Por onde anda o bom senso?
Sexta, 2 de Abril, 2004
Por onde anda o bom senso?
É difícil saber atualmente o que é jornalismo sério e o que não é.
Vejam essa revista Carta Capital. Concordo que não é fácil para mim analisar uma revista que tem uma orientação tão diferente da minha, mas certos pontos devem ser independentes. Para começar, somente analisando as últimas capas dessa revista ("O apocalipse bate à porta", "Os EUA grampearam a Alvorada", "A lista dos espiões americanos no Brasil") uma pessoa de bom senso já saberia que a linha deles é um tanto sensacionalista. E como qualquer mídia desse tipo, o objetivo principal não é somente informar, mas sim chocar. E provavelmente ai está a raíz do problema.
Bom exemplo é essa entrevista com Carlos Costa, o suposto "chefe do FBI no Brasil por quatro anos". Obviamente, é impossível saber se o que esse cara disse é verdade ou não. Nenhum outro jornal ou revista de credibilidade falou com essa pessoa, não tem como se ter um parâmetro.
Agora, deixando tudo isso de lado, analisem certos pontos dessa entrevista:
- Primeiro ponto, o tal Carlos diz que "A Polícia Federal brasileira foi comprada pelos EUA". Ok, e quais sao os fatos fornecidos para confirmar tal história? Ele diz que "No ano passado, a DEA doou uns US$ 5 milhões, a NAS (divisão de narcóticos do departamento de Estado), também narcóticos, uns US$ 3 milhões, fora todos os outros." Nomes dos envolvidos? Nenhum. Nem dos americanos envolvidos, nem dos brasileiros envolvidos, nada.
- Segundo, ele diz que "Os EUA manipulam e compram jornalistas da imprensa brasileira". Foi aqui que dei minha primeira risada, e o resto de seriedade da entrevista se perdeu para mim. Será que esse cara confundiu Brasil com Colômbia? Será que ele já deu uma olhada nos jornais brasileiros ultimamente? Eu sempre peço para meus amigos de esquerda que chegam com esse papo que me citem só alguns, digamos 3 ou 4 jornalistas pró-EUA que escrevam para nossos grandes jornais ou revistas. Tirando o Olávo de Carvalho, que não é jornalista e sim analista, eu não sei de ninguém que tenha por exemplo apoiado a guerra no Iraque. E se realmente existe esse esquema elaborado de viagens pagas para os EUA, acredito que seria muito fácil provar o envolvimento desses jornalistas, não é mesmo?

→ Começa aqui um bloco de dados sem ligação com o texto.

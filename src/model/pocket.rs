//! One Fermi-surface pocket: its dispersion, spin structure and derived single-pocket quantities
//! (Fermi momenta and velocities, carrier density, density of states). See the crate docs, [`theory::pockets`](crate::theory::pockets).
//!
//! Momentum k (1/nm) is measured from the pocket's centre K in the lab frame; the pocket's own
//! axes are rotated by `angle` (counter-clockwise) from the lab x axis.

use crate::units::HBAR2_OVER_2ME;
use num_complex::Complex64;

#[derive(Debug, Clone, Copy, PartialEq, Eq, serde::Serialize)]
#[serde(rename_all = "lowercase")]
pub enum PocketKind {
    Electron,
    Hole,
    Dirac,
}

impl PocketKind {
    /// The label of tables and JSON: "electron", "hole" or "dirac".
    pub fn label(self) -> &'static str {
        match self {
            PocketKind::Electron => "electron",
            PocketKind::Hole => "hole",
            PocketKind::Dirac => "dirac",
        }
    }
}

impl std::fmt::Display for PocketKind {
    fn fmt(&self, f: &mut std::fmt::Formatter<'_>) -> std::fmt::Result {
        f.write_str(self.label())
    }
}

/// Dispersion in the pocket's own axes.
#[derive(Debug, Clone, Copy, PartialEq)]
pub enum Dispersion {
    /// eps = sign (cx kx'^2 + cy ky'^2) + offset, with c = hbar^2/(2 m) in meV nm^2;
    /// sign = +1 electron, -1 hole.
    Parabolic { sign: f64, c: [f64; 2], offset: f64 },
    /// eps = branch sqrt(vx^2 kx'^2 + vy^2 ky'^2) + offset, hbar v in meV nm; branch = +1 for an
    /// electron-like (offset < 0) and -1 for a hole-like (offset > 0) cone.
    Dirac {
        branch: f64,
        v: [f64; 2],
        offset: f64,
    },
}

/// Spin structure of a pocket.
#[derive(Debug, Clone, Copy, PartialEq)]
pub enum Spin {
    /// Both spin states at every k.
    Degenerate,
    /// One state per k, spinor (1, s e^{i(w theta + phase)})/sqrt(2); phase in radians.
    Helical { winding: i32, phase: f64 },
}

/// One pocket in internal units; read through the accessors.
#[derive(Debug, Clone)]
pub struct Pocket {
    name: String,
    kind: PocketKind,
    center: [f64; 2],
    dispersion: Dispersion,
    angle: f64,
    cos: f64,
    sin: f64,
    spin: Spin,
}

impl Pocket {
    /// A pocket from its values in internal units (angle in radians). Unchecked: a model
    /// validates its pockets through [`crate::model::PocketSpec`].
    pub fn new(
        name: String,
        kind: PocketKind,
        center: [f64; 2],
        dispersion: Dispersion,
        angle: f64,
        spin: Spin,
    ) -> Self {
        Pocket {
            name,
            kind,
            center,
            dispersion,
            angle,
            cos: angle.cos(),
            sin: angle.sin(),
            spin,
        }
    }

    /// Unique label.
    pub fn name(&self) -> &str {
        &self.name
    }
    /// Electron, hole or Dirac.
    pub fn kind(&self) -> PocketKind {
        self.kind
    }
    /// Centre K in the zone, 1/nm.
    pub fn center(&self) -> [f64; 2] {
        self.center
    }
    /// Dispersion in the pocket's own axes.
    pub fn dispersion(&self) -> Dispersion {
        self.dispersion
    }
    /// Rotation of the pocket's first axis from the lab x axis, radians.
    pub fn angle(&self) -> f64 {
        self.angle
    }
    /// Spin structure.
    pub fn spin(&self) -> Spin {
        self.spin
    }

    /// The offset E0 or ED (meV).
    pub fn offset(&self) -> f64 {
        match self.dispersion {
            Dispersion::Parabolic { offset, .. } | Dispersion::Dirac { offset, .. } => offset,
        }
    }

    /// +1 for an electron-like pocket, -1 for a hole-like one.
    pub fn carrier_sign(&self) -> f64 {
        match self.dispersion {
            Dispersion::Parabolic { sign, .. } => sign,
            Dispersion::Dirac { branch, .. } => branch,
        }
    }

    pub fn is_electron_like(&self) -> bool {
        self.carrier_sign() > 0.0
    }

    pub fn is_dirac(&self) -> bool {
        matches!(self.dispersion, Dispersion::Dirac { .. })
    }

    /// Whether the dispersion is the same in every direction.
    pub fn is_isotropic(&self) -> bool {
        match self.dispersion {
            Dispersion::Parabolic { c, .. } => c[0] == c[1],
            Dispersion::Dirac { v, .. } => v[0] == v[1],
        }
    }

    /// Lab momentum to the pocket's own axes.
    #[inline]
    pub fn to_local(&self, k: [f64; 2]) -> [f64; 2] {
        [
            self.cos * k[0] + self.sin * k[1],
            -self.sin * k[0] + self.cos * k[1],
        ]
    }

    /// Band energy (meV) at lab momentum k measured from the centre.
    #[inline]
    pub fn energy(&self, k: [f64; 2]) -> f64 {
        let l = self.to_local(k);
        match self.dispersion {
            Dispersion::Parabolic { sign, c, offset } => {
                sign * (c[0] * l[0] * l[0] + c[1] * l[1] * l[1]) + offset
            }
            Dispersion::Dirac { branch, v, offset } => {
                branch * ((v[0] * l[0]).powi(2) + (v[1] * l[1]).powi(2)).sqrt() + offset
            }
        }
    }

    /// Energy and lab-frame gradient (meV nm) at lab momentum k.
    #[inline]
    pub fn energy_and_gradient(&self, k: [f64; 2]) -> (f64, [f64; 2]) {
        let l = self.to_local(k);
        let (e, gl) = match self.dispersion {
            Dispersion::Parabolic { sign, c, offset } => (
                sign * (c[0] * l[0] * l[0] + c[1] * l[1] * l[1]) + offset,
                [2.0 * sign * c[0] * l[0], 2.0 * sign * c[1] * l[1]],
            ),
            Dispersion::Dirac { branch, v, offset } => {
                let a = v[0] * v[0] * l[0];
                let b = v[1] * v[1] * l[1];
                let r = ((v[0] * l[0]).powi(2) + (v[1] * l[1]).powi(2)).sqrt();
                if r == 0.0 {
                    (offset, [0.0, 0.0])
                } else {
                    (branch * r + offset, [branch * a / r, branch * b / r])
                }
            }
        };
        // Back to the lab frame: g_lab = R g_local.
        (
            e,
            [
                self.cos * gl[0] - self.sin * gl[1],
                self.sin * gl[0] + self.cos * gl[1],
            ],
        )
    }

    /// e^{i theta} of the spinor at lab momentum k: theta is the polar angle of k for a parabolic
    /// pocket, arg R(angle) (vx kx', vy ky') for a Dirac cone (the crate docs, [`theory::pockets`](crate::theory::pockets)). Returns 1 at
    /// k = 0, where the angle is undefined.
    #[inline]
    pub fn spinor_direction(&self, k: [f64; 2]) -> Complex64 {
        let (x, y) = match self.dispersion {
            Dispersion::Dirac { v, .. } if v[0] != v[1] => {
                let l = self.to_local(k);
                let (x, y) = (v[0] * l[0], v[1] * l[1]);
                (self.cos * x - self.sin * y, self.sin * x + self.cos * y)
            }
            _ => (k[0], k[1]),
        };
        let r = x.hypot(y);
        if r > 0.0 {
            Complex64::new(x / r, y / r)
        } else {
            Complex64::new(1.0, 0.0)
        }
    }

    /// Number of spin states per k: 2 for degenerate, 1 for helical.
    pub fn spin_states(&self) -> f64 {
        match self.spin {
            Spin::Degenerate => 2.0,
            Spin::Helical { .. } => 1.0,
        }
    }

    /// Fermi momentum (1/nm) along the lab direction `dir` (unit vector): radius of the Fermi
    /// contour in that direction.
    pub fn fermi_momentum_along(&self, dir: [f64; 2]) -> f64 {
        let l = self.to_local(dir);
        match self.dispersion {
            Dispersion::Parabolic { sign, c, offset } => {
                let curv = c[0] * l[0] * l[0] + c[1] * l[1] * l[1];
                (-offset * sign / curv).max(0.0).sqrt()
            }
            Dispersion::Dirac { v, offset, .. } => {
                offset.abs() / ((v[0] * l[0]).powi(2) + (v[1] * l[1]).powi(2)).sqrt()
            }
        }
    }

    /// Fermi velocity |grad eps| (as hbar v, meV nm) at the Fermi point along lab direction `dir`.
    pub fn fermi_velocity_along(&self, dir: [f64; 2]) -> f64 {
        let kf = self.fermi_momentum_along(dir);
        let (_, g) = self.energy_and_gradient([kf * dir[0], kf * dir[1]]);
        (g[0] * g[0] + g[1] * g[1]).sqrt()
    }

    /// Carrier density per nm^2 (both spin states of a degenerate pocket), counted from the band
    /// edge or the Dirac point: area of the Fermi contour / (2 pi)^2 per spin state.
    pub fn density(&self) -> f64 {
        let per_spin = match self.dispersion {
            Dispersion::Parabolic { c, offset, .. } => {
                // Ellipse with semi-axes sqrt(|E0|/cx), sqrt(|E0|/cy).
                offset.abs() / (c[0] * c[1]).sqrt() / (4.0 * std::f64::consts::PI)
            }
            Dispersion::Dirac { v, offset, .. } => {
                offset * offset / (v[0] * v[1]) / (4.0 * std::f64::consts::PI)
            }
        };
        per_spin * self.spin_states()
    }

    /// Density of states at the chemical potential, per meV per nm^2 (both spin states of a
    /// degenerate pocket): m/(2 pi hbar^2) per spin for a parabolic band, |ED|/(2 pi vx vy) for a cone.
    pub fn dos(&self) -> f64 {
        let per_spin = match self.dispersion {
            Dispersion::Parabolic { c, .. } => {
                1.0 / (4.0 * std::f64::consts::PI * (c[0] * c[1]).sqrt())
            }
            Dispersion::Dirac { v, offset, .. } => {
                offset.abs() / (2.0 * std::f64::consts::PI * v[0] * v[1])
            }
        };
        per_spin * self.spin_states()
    }

    /// Masses (electron masses) along the pocket's own axes, for a parabolic pocket.
    pub fn masses(&self) -> Option<[f64; 2]> {
        match self.dispersion {
            Dispersion::Parabolic { c, .. } => Some([HBAR2_OVER_2ME / c[0], HBAR2_OVER_2ME / c[1]]),
            Dispersion::Dirac { .. } => None,
        }
    }
}

#[cfg(test)]
mod tests {
    use super::*;
    use std::f64::consts::PI;

    fn electron(mx: f64, my: f64, e0: f64, angle: f64) -> Pocket {
        Pocket::new(
            "e".into(),
            PocketKind::Electron,
            [0.0, 0.0],
            Dispersion::Parabolic {
                sign: 1.0,
                c: [HBAR2_OVER_2ME / mx, HBAR2_OVER_2ME / my],
                offset: e0,
            },
            angle,
            Spin::Degenerate,
        )
    }

    /// Hand formulas (common practice): isotropic 2D band, kF = sqrt(2 m |E0|)/hbar, density per
    /// spin kF^2/(4 pi), DOS per spin m/(2 pi hbar^2), vF = hbar kF/m. Relative 1e-12 (closed forms).
    #[test]
    fn isotropic_parabolic_pocket_matches_hand_formulas() {
        let p = electron(0.5, 0.5, -100.0, 0.0);
        let kf = (0.5 * 100.0 / HBAR2_OVER_2ME).sqrt();
        assert!((p.fermi_momentum_along([1.0, 0.0]) / kf - 1.0).abs() < 1e-12);
        assert!((p.density() / (2.0 * kf * kf / (4.0 * PI)) - 1.0).abs() < 1e-12);
        assert!((p.dos() / (2.0 * 0.5 / (4.0 * PI * HBAR2_OVER_2ME)) - 1.0).abs() < 1e-12);
        // hbar vF = hbar^2 kF / m = 2 (hbar^2/2m_e) kF / m.
        let vf = 2.0 * HBAR2_OVER_2ME * kf / 0.5;
        assert!((p.fermi_velocity_along([0.0, 1.0]) / vf - 1.0).abs() < 1e-12);
    }

    /// Rotating an anisotropic pocket by 90 degrees swaps its Fermi momenta along x and y; the
    /// ellipse area gives the density pi kx ky / (2 pi)^2 per spin.
    #[test]
    fn anisotropic_rotated_pocket() {
        let p = electron(0.3, 1.2, -50.0, 0.0);
        let q = electron(0.3, 1.2, -50.0, PI / 2.0);
        let (kx, ky) = (
            p.fermi_momentum_along([1.0, 0.0]),
            p.fermi_momentum_along([0.0, 1.0]),
        );
        assert!((q.fermi_momentum_along([0.0, 1.0]) / kx - 1.0).abs() < 1e-12);
        assert!((q.fermi_momentum_along([1.0, 0.0]) / ky - 1.0).abs() < 1e-12);
        assert!((p.density() / (2.0 * PI * kx * ky / (4.0 * PI * PI)) - 1.0).abs() < 1e-12);
        // The Fermi point lies on the Fermi surface.
        assert!(q.energy([kx * 0.0, kx]).abs() < 1e-10);
    }

    /// Dirac cone (common practice): kF = |ED|/(hbar v), density kF^2/(4 pi) per helical state,
    /// DOS |ED|/(2 pi (hbar v)^2).
    #[test]
    fn dirac_pocket_matches_hand_formulas() {
        let p = Pocket::new(
            "d".into(),
            PocketKind::Dirac,
            [0.0, 0.0],
            Dispersion::Dirac {
                branch: -1.0,
                v: [300.0, 300.0],
                offset: 120.0,
            },
            0.0,
            Spin::Helical {
                winding: 1,
                phase: 0.0,
            },
        );
        let kf = 120.0 / 300.0;
        assert!((p.fermi_momentum_along([0.6, 0.8]) / kf - 1.0).abs() < 1e-12);
        assert!((p.density() / (kf * kf / (4.0 * PI)) - 1.0).abs() < 1e-12);
        assert!((p.dos() / (120.0 / (2.0 * PI * 300.0 * 300.0)) - 1.0).abs() < 1e-12);
        assert!((p.fermi_velocity_along([1.0, 0.0]) - 300.0).abs() < 1e-9);
        assert!(!p.is_electron_like());
    }

    /// The analytic gradient equals a central finite difference (step 1e-6/nm, relative 1e-6).
    #[test]
    fn gradient_matches_finite_difference() {
        let mut pockets = vec![electron(0.3, 0.9, -40.0, 0.6)];
        pockets.push(Pocket::new(
            "d".into(),
            PocketKind::Dirac,
            [0.0, 0.0],
            Dispersion::Dirac {
                branch: 1.0,
                v: [250.0, 400.0],
                offset: -80.0,
            },
            -0.4,
            Spin::Degenerate,
        ));
        for p in &pockets {
            let k = [0.13, -0.21];
            let (_, g) = p.energy_and_gradient(k);
            let h = 1e-6;
            let gx = (p.energy([k[0] + h, k[1]]) - p.energy([k[0] - h, k[1]])) / (2.0 * h);
            let gy = (p.energy([k[0], k[1] + h]) - p.energy([k[0], k[1] - h])) / (2.0 * h);
            assert!((gx - g[0]).abs() < 1e-6 * g[0].abs().max(1.0));
            assert!((gy - g[1]).abs() < 1e-6 * g[1].abs().max(1.0));
        }
    }
}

Mas novamente esse Carlos não cita nome nenhum.
Aliás, é interessante parar e pensar o seguinte: Esse cara critica os EUA do começo ao fim, nos mais diversos aspectos, desde as informações sobre o Iraque até a economia,
pintando uma imagem de um governo americano terrível. Então, se o governo dos EUA é essa máfia, essa entrevista foi um grande risco que ele assumiu, correto? Porém, mesmo depois de desafiar os super-poderosos americanos, ele não quis arriscar seus 'contatos brasileiros' e fornecer um nome sequer que pudesse confirmar suas acusações ou não?
Algumas pessoas vão logo achar que eu "não quero acreditar nesse tipo de coisa" (afinal, eu sou o "eterno defensor dos EUA" para esse pessoal). Mas não é nada disso. O que eu quero é que se faça algo concreto. Se existe essa rede de corrupção e manipulação no Brasil atual, quero mais é que os responsáveis brasileiros e americanos sejam punidos da forma mais dura possível. Mas o negócio tem que ser sério. Sair por ai falando tudo isso sem o mínimo de provas, é nada mais que uma fofoca disfarçada de jornalismo.
E os artigos continuam nessa linha, levaria horas e horas analisando inconsistências como essas. Vejam bem, não estou dizendo que tudo que é escrito nessa matéria ou nessa revista é mentira. Não duvido nada que o mundo possa acabar, que os EUA tenham agentes em sua embaixada brasileira, e mesmo que os telefones de Lula tenham sido grampeados. O problema são as inferências, as enormes redes conspiratórias que se desenrolam, invariavelmente sem provas, e que no máximo são baseadas em extrapolações duvidosas.
E o pior de tudo é que esse tipo de informação se alastra como fogo. Recebi vários emails com links para essas matérias, como se estivessem me mostrando uma descoberta fantástica. Lógico que o problema é que essas pessoas somente leram o que queriam ler, e o prazer por alguém ter escrito aquilo é muito maior do que qualquer vontade de analisar o que realmente foi ou não foi dito ali.